(To do):
Take the material below and reproduce, word for word, only the lines from the line with "parts.append(self.feature_residuals(x, place))" through the line with "return [np.array(rows), x[self.free".
◆ ◆ ◆ ◆ ◆ ◆ ◆
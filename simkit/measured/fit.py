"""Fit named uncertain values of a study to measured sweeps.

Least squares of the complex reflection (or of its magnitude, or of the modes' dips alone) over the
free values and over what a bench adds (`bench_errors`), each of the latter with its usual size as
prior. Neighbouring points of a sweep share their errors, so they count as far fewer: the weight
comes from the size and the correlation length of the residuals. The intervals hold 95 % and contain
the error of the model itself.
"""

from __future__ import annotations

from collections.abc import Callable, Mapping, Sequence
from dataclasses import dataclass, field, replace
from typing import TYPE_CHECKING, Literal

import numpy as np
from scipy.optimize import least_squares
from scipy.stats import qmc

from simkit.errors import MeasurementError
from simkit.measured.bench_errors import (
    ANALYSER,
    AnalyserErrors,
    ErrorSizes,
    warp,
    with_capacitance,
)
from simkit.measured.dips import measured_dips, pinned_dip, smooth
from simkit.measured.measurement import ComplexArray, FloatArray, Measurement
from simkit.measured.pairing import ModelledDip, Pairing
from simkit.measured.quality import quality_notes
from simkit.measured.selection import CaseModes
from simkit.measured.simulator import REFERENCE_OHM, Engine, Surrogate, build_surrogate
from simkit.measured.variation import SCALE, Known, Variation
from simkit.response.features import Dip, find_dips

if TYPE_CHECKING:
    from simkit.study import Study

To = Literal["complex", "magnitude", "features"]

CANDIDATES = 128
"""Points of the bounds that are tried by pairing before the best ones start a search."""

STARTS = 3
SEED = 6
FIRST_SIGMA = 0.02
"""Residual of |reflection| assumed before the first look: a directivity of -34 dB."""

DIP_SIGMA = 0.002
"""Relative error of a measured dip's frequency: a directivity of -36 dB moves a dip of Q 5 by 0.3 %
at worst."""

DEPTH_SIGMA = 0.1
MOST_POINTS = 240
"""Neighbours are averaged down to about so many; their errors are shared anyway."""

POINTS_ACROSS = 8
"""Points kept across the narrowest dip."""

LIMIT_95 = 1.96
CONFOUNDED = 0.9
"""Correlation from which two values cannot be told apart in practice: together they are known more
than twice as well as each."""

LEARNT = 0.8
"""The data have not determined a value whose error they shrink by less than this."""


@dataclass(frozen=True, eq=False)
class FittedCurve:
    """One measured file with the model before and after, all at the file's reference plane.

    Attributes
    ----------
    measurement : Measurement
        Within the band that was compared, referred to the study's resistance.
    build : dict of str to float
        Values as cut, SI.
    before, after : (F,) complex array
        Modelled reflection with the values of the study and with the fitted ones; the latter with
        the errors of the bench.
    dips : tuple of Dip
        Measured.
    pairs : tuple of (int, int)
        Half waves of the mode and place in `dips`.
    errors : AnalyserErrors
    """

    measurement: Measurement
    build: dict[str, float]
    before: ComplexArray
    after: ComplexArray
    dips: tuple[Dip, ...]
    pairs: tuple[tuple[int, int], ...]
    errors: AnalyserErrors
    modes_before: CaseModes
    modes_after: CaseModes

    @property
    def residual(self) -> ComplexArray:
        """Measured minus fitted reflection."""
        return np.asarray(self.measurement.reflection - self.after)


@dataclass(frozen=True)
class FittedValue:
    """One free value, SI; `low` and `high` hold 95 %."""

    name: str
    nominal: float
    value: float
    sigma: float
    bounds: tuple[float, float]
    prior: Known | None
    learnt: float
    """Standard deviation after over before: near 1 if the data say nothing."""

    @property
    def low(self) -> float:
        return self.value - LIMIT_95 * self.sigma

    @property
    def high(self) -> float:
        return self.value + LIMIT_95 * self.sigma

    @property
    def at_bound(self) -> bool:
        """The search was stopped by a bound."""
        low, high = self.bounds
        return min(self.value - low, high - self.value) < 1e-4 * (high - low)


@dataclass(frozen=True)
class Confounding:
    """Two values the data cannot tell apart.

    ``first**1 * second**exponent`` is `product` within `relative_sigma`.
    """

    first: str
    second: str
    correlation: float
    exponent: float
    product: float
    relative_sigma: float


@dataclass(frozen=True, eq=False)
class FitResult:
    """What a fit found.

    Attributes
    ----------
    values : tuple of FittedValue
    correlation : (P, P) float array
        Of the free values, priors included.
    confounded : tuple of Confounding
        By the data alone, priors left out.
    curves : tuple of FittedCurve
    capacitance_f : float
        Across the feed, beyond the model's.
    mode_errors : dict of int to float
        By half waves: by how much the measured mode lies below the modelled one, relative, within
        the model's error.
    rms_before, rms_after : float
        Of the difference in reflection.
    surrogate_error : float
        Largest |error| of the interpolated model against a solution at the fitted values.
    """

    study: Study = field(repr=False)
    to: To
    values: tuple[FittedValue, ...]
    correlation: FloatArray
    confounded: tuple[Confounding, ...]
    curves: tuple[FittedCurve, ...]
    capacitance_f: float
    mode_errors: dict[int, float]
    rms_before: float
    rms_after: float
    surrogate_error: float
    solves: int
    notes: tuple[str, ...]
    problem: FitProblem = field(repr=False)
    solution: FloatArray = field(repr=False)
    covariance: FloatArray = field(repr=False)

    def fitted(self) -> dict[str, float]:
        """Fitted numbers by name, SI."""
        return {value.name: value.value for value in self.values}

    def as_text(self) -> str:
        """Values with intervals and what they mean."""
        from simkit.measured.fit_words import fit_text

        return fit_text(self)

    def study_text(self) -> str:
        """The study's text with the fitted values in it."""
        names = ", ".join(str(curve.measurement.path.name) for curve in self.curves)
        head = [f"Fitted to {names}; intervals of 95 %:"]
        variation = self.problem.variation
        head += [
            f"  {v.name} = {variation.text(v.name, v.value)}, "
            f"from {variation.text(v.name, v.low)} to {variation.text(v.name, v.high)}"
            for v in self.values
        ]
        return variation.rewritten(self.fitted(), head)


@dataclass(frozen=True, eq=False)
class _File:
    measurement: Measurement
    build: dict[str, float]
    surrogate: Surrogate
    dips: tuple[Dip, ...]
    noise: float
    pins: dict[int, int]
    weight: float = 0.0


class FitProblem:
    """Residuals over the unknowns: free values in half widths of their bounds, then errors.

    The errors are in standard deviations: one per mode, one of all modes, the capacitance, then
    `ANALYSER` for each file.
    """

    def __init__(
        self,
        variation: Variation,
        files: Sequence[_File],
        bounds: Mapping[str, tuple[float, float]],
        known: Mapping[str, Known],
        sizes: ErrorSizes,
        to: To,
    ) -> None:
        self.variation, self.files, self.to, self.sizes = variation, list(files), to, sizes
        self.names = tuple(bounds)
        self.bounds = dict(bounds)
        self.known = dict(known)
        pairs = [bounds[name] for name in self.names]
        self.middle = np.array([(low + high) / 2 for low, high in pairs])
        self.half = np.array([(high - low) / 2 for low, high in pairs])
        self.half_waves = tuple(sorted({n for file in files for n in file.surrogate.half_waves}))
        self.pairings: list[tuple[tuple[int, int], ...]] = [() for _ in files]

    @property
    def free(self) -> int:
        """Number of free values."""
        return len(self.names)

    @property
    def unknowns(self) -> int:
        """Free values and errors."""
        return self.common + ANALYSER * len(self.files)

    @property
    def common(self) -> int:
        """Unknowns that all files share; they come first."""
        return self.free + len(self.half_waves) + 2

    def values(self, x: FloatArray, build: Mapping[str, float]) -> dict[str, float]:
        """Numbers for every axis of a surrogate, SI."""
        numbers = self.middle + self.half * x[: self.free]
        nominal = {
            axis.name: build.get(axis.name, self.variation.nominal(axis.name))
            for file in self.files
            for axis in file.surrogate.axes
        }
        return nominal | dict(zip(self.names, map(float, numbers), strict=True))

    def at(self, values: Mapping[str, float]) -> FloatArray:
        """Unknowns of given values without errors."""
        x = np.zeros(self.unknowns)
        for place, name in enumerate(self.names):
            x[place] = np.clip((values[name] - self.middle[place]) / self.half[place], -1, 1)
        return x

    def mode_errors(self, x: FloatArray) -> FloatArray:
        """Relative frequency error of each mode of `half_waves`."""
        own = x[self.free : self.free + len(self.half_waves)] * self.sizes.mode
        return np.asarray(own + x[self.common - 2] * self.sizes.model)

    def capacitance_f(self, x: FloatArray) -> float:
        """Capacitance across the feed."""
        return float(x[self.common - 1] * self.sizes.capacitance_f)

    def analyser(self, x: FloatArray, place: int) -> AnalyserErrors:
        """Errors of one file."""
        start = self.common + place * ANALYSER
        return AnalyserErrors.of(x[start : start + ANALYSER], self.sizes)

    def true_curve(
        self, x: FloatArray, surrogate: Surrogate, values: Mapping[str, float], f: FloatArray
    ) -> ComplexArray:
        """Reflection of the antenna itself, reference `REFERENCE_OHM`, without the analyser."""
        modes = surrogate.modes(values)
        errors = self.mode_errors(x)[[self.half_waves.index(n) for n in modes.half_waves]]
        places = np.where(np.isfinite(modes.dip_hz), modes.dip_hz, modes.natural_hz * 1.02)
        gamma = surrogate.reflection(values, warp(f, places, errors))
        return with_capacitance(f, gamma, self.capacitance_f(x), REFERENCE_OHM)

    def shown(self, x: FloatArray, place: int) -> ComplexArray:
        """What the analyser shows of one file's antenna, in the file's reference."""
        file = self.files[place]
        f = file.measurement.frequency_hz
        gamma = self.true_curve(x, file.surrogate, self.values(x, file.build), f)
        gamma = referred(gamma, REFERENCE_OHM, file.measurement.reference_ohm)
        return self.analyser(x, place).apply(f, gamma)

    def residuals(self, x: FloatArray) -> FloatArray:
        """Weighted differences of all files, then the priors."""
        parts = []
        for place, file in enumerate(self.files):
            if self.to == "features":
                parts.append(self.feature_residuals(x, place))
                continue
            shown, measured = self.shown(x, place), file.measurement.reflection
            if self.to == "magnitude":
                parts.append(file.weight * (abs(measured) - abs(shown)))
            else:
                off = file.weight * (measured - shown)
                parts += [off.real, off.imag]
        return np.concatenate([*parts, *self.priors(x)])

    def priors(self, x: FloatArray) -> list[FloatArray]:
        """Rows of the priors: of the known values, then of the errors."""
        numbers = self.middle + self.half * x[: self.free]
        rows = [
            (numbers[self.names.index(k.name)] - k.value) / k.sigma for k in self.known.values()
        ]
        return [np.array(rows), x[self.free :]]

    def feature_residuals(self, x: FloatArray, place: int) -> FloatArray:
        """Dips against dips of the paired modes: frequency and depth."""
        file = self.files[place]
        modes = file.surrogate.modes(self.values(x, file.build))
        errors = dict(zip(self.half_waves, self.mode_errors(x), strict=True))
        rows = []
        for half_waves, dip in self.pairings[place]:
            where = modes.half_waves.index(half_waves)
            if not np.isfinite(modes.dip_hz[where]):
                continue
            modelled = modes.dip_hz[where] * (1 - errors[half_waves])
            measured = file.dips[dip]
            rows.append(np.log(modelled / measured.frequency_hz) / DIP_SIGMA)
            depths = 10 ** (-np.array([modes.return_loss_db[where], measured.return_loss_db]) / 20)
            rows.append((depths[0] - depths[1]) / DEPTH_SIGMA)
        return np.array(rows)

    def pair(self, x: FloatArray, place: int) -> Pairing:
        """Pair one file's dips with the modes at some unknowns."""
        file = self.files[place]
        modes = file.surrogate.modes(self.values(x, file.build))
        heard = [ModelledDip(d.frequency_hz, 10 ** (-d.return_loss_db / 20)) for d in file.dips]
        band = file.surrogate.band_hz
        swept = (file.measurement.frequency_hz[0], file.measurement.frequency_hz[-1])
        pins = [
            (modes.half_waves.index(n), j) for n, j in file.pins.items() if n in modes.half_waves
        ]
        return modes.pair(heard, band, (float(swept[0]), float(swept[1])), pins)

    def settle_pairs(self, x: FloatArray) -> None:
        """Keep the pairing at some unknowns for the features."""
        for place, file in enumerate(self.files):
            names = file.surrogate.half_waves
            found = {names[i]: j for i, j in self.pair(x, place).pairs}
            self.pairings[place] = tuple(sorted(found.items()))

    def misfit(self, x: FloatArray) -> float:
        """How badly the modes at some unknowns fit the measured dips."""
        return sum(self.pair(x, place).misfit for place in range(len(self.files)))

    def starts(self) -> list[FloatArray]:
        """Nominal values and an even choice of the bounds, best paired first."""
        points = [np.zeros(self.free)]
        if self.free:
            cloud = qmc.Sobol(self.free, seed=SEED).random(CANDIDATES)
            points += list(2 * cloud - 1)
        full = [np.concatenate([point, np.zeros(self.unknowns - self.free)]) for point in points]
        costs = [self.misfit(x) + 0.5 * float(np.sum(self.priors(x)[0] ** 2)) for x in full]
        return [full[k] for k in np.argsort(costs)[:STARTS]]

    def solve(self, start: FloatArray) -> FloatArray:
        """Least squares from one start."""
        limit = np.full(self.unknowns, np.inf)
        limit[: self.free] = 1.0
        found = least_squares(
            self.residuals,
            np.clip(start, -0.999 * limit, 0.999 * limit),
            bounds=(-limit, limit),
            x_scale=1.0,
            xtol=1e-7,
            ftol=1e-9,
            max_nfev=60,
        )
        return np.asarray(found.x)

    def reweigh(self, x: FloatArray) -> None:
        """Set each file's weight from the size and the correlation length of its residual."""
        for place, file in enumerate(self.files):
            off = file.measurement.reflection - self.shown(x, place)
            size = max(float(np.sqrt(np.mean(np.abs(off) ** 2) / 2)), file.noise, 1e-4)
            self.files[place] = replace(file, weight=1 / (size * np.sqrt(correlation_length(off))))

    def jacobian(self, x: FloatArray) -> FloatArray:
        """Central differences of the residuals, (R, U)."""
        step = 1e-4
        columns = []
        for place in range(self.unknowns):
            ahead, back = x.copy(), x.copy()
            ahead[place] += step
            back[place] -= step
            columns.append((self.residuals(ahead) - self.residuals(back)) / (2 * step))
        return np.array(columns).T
◆ ◆ ◆ ◆ ◆ ◆ ◆
(Result for this exercise):
                parts.append(self.feature_residuals(x, place))
                continue
            shown, measured = self.shown(x, place), file.measurement.reflection
            if self.to == "magnitude":
                parts.append(file.weight * (abs(measured) - abs(shown)))
            else:
                off = file.weight * (measured - shown)
                parts += [off.real, off.imag]
        return np.concatenate([*parts, *self.priors(x)])

    def priors(self, x: FloatArray) -> list[FloatArray]:
        """Rows of the priors: of the known values, then of the errors."""
        numbers = self.middle + self.half * x[: self.free]
        rows = [
            (numbers[self.names.index(k.name)] - k.value) / k.sigma for k in self.known.values()
        ]
        return [np.array(rows), x[self.free :]]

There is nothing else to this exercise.